[GIVEN INFORMATION]

"""Check step, surface part: a bidirectional surface as the arrays the kernel's boundary takes.

``solve(..., surface=...)`` hands a :class:`lamina.surface.Surface`; this step checks it
(type, energy at the run's own sun angles) and evaluates, once over the surface's parameter
dims (not per column: columns that share a surface share its arrays through broadcasting),

- the Fourier terms f_m(mu_i, mu_j) of the BRDF on the quadrature cosines, reflected x
  incident, for every term the solver uses (``Surface.fourier_terms``' azimuth rule);
- f_m(mu_i, mu0), the terms of the direct beam's reflection into the quadrature cosines;
- f_m(mu_u, mu_j), the terms at the view cosines (the exact BRDF there, no interpolation
  between quadrature cosines);
- f(mu_u, mu0, phi), the exact BRDF of the beam's reflection at the view angles (added by
  the kernel outside the Fourier series);
- the directional emissivity 1 - A(mu) at the quadrature and view cosines (thermal runs;
  ones otherwise, and then unused).

They are DataArrays whose last dims are private core dims; the plan step appends them to
the block inputs. The kernel's ``boundary`` module docstring derives how they enter.
"""

from __future__ import annotations

from collections.abc import Callable

import numpy as np
import xarray as xr

from lamina._solver.common import (
    QUADRATURE_DIM,
    SURFACE_CORE_DIMS,
    VIEW_DIM,
    Options,
    SurfaceArrays,
    view_cosines,
)
from lamina.quadrature import double_gauss

# Largest number of float64 elements of one block of BRDF evaluations (about 16 MB).
_BLOCK_ELEMENTS = 2_000_000


def check_surface(surface: object, surface_albedo: object) -> None:
    """TypeError for something that is not a lamina surface; ValueError for both kinds."""
    if surface is None:
        return
    from lamina.surface import Surface

    if surface_albedo is not None:
        raise ValueError("give either surface (a bidirectional lamina.surface) or "
                         "surface_albedo (a Lambertian albedo), not both")
    if not isinstance(surface, Surface):
        raise TypeError("surface must be a lamina.surface surface (e.g. "
                        "lamina.surface.cox_munk(5.0)); got "
                        f"{type(surface).__name__}")


def surface_arrays(surface: object, options: Options, thermal: bool) -> SurfaceArrays | None:
    """The kernel's arrays of a bidirectional surface for this run, or None without one."""
    if surface is None:
        return None
    if options.views.per_pixel and thermal:
        raise ValueError("surface= with one view per pixel (view_zenith or view_azimuth as "
                         "a DataArray) and thermal emission is not supported yet: give lists "
                         "of view angles, or no wavenumber_band/wavenumber")
    zenith = options.sun_zenith
    # a curved planet's sun may stand at or below the ground's horizon (planet_radius): the
    # ground then gets no beam (the kernel weights these terms by max(mu0, 0) = 0), and the
    # BRDF is evaluated at 85 degrees instead, inside every surface's checked range
    zenith = zenith.where(zenith < 90.0, 85.0)
    if options.beam and zenith.chunks is None:
        # the energy check at the run's own sun angles (the surface checked its grid)
        surface.check_energy(np.unique(np.asarray(zenith.values)))
    mu, _ = double_gauss(options.streams)
    views = options.views
    terms = options.max_fourier_terms if views.wanted else 1
    mu0 = np.cos(np.radians(zenith))
    view_mu = views.cosines if views.wanted else np.zeros(0)
    cos_phi = np.cos(views.azimuth_radians) if views.wanted else np.zeros(0)

    def quadrature(values, _):
        return surface._fourier_values(values, mu, mu, terms)

    def beam(values, cosine):
        # (N, term, quadrature, 1): the beam is the one incident direction
        return surface._fourier_values(values, mu, cosine[:, None], terms)[..., 0]

    def view(values, _):
        return surface._fourier_values(values, view_mu, mu, terms)

    def view_beam(values, cosine):
        from lamina.surface._base import Geometry

        expand = {k: v[:, None, None] for k, v in values.items()}
        geometry = Geometry(cosine[:, None, None], view_mu[None, :, None],
                            cos_phi[None, None, :])
        return np.broadcast_to(surface._evaluate(expand, geometry),
                               (cosine.size, view_mu.size, cos_phi.size))

    arrays = (
        _over_parameters(surface, None, quadrature, (terms, mu.size, mu.size),
                         SURFACE_CORE_DIMS[0]),
        _over_parameters(surface, mu0, beam, (terms, mu.size), SURFACE_CORE_DIMS[1][1:]),
        _over_parameters(surface, None, view, (terms, view_mu.size, mu.size), SURFACE_CORE_DIMS[2]),
        _over_parameters(surface, mu0, view_beam, (view_mu.size, cos_phi.size),
                         SURFACE_CORE_DIMS[3][1:]),
        _emissivity(surface, mu, QUADRATURE_DIM, thermal),
        _emissivity(surface, view_mu, VIEW_DIM, thermal),
    )
    if views.per_pixel:
        fourier, beam_views, emissivity = _pixel_view_arrays(surface, options, mu, terms, mu0,
                                                             thermal)
        arrays = (arrays[0], arrays[1], fourier, beam_views, arrays[4], emissivity)
    return SurfaceArrays(arrays=arrays, description=repr(surface))


def _pixel_view_arrays(surface, options: Options, mu: np.ndarray, terms: int,
                       mu0: xr.DataArray, thermal: bool) -> tuple[xr.DataArray, ...]:
    """The view arrays for one view per pixel: f_m(mu_u, mu_j), the exact beam BRDF and
    the view emissivity of each pixel's own view (a view axis of length 1)."""
    zenith, azimuth = options.pixel_views
    view_mu = xr.apply_ufunc(view_cosines, zenith)
    cos_phi = np.cos(np.radians(azimuth))

    def view(values, cosines):
        return surface._fourier_values(values, cosines[0][:, None], mu, terms)

    def view_beam(values, cosines):
        from lamina.surface._base import Geometry

        expand = {k: v[:, None, None] for k, v in values.items()}
        geometry = Geometry(*(cosine[:, None, None] for cosine in cosines))
        return np.broadcast_to(surface._evaluate(expand, geometry), (cosines[0].size, 1, 1))

    fourier = _over_parameters(surface, (view_mu,), view, (terms, 1, mu.size),
                               SURFACE_CORE_DIMS[2])
    beam = _over_parameters(surface, (mu0, view_mu, cos_phi), view_beam, (1, 1),
                            SURFACE_CORE_DIMS[3][1:])
    # thermal runs are refused in surface_arrays: directional_emissivity evaluates the
    # angles as an outer axis, not pixel by pixel
    emissivity = xr.DataArray(np.ones(1), dims=(VIEW_DIM,))
    return fourier, beam, emissivity


def _over_parameters(surface, cosine: xr.DataArray | None, compute: Callable,
                     trailing: tuple[int, ...], dims: list[str]) -> xr.DataArray:
    """``compute(values, cosines)`` over the broadcast of the surface's parameters (and the
    beam cosines, if given), flattened and in blocks of bounded memory."""
    keys = list(surface._parameters)
    several = isinstance(cosine, tuple)   # then compute gets a tuple of flat cosines
    others = list(cosine) if several else [cosine] if cosine is not None else []
    everything = xr.broadcast(*surface._parameters.values(), *others) if keys or others \
        else []
    template = everything[0] if everything else xr.DataArray(0.0)
    flat = [np.asarray(a.values).reshape(-1) for a in everything]
    count = template.size
    step = max(1, _BLOCK_ELEMENTS // max(int(np.prod(trailing)) * 512, 1))
    pieces = []
    for start in range(0, count, step):
        values = {k: v[start:start + step] for k, v in zip(keys, flat, strict=False)}
        if several:
            cosines = tuple(c[start:start + step] for c in flat[len(flat) - len(others):])
        else:
            cosines = flat[-1][start:start + step] if cosine is not None else None
        piece = compute(values, cosines)
        pieces.append(np.broadcast_to(piece, (min(step, count - start), *trailing)))
    data = np.concatenate(pieces, axis=0).reshape(template.shape + trailing)
    return xr.DataArray(data, dims=template.dims + tuple(dims))


def _emissivity(surface, cosines: np.ndarray, dim: str, thermal: bool) -> xr.DataArray:
    """1 - A(mu) at the cosines (thermal runs); ones (unused) otherwise or with none."""
    if not thermal or cosines.size == 0:
        return xr.DataArray(np.ones(cosines.size), dims=(dim,))
    zenith = xr.DataArray(np.degrees(np.arccos(cosines)), dims=(dim,))
    return xr.DataArray(surface.directional_emissivity(zenith)).astype(np.float64)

[/GIVEN INFORMATION]

● **EXERCISE AIM**: Among the records above, repeat exactly the line with "# BRDF is evaluated", the line with "surface.check_energy(np.unique(np.asarray(zenith.values)))", and every line in between, and only those.

● **TASK SOLUTION**:
    # BRDF is evaluated at 85 degrees instead, inside every surface's checked range
    zenith = zenith.where(zenith < 90.0, 85.0)
    if options.beam and zenith.chunks is None:
        # the energy check at the run's own sun angles (the surface checked its grid)
        surface.check_energy(np.unique(np.asarray(zenith.values)))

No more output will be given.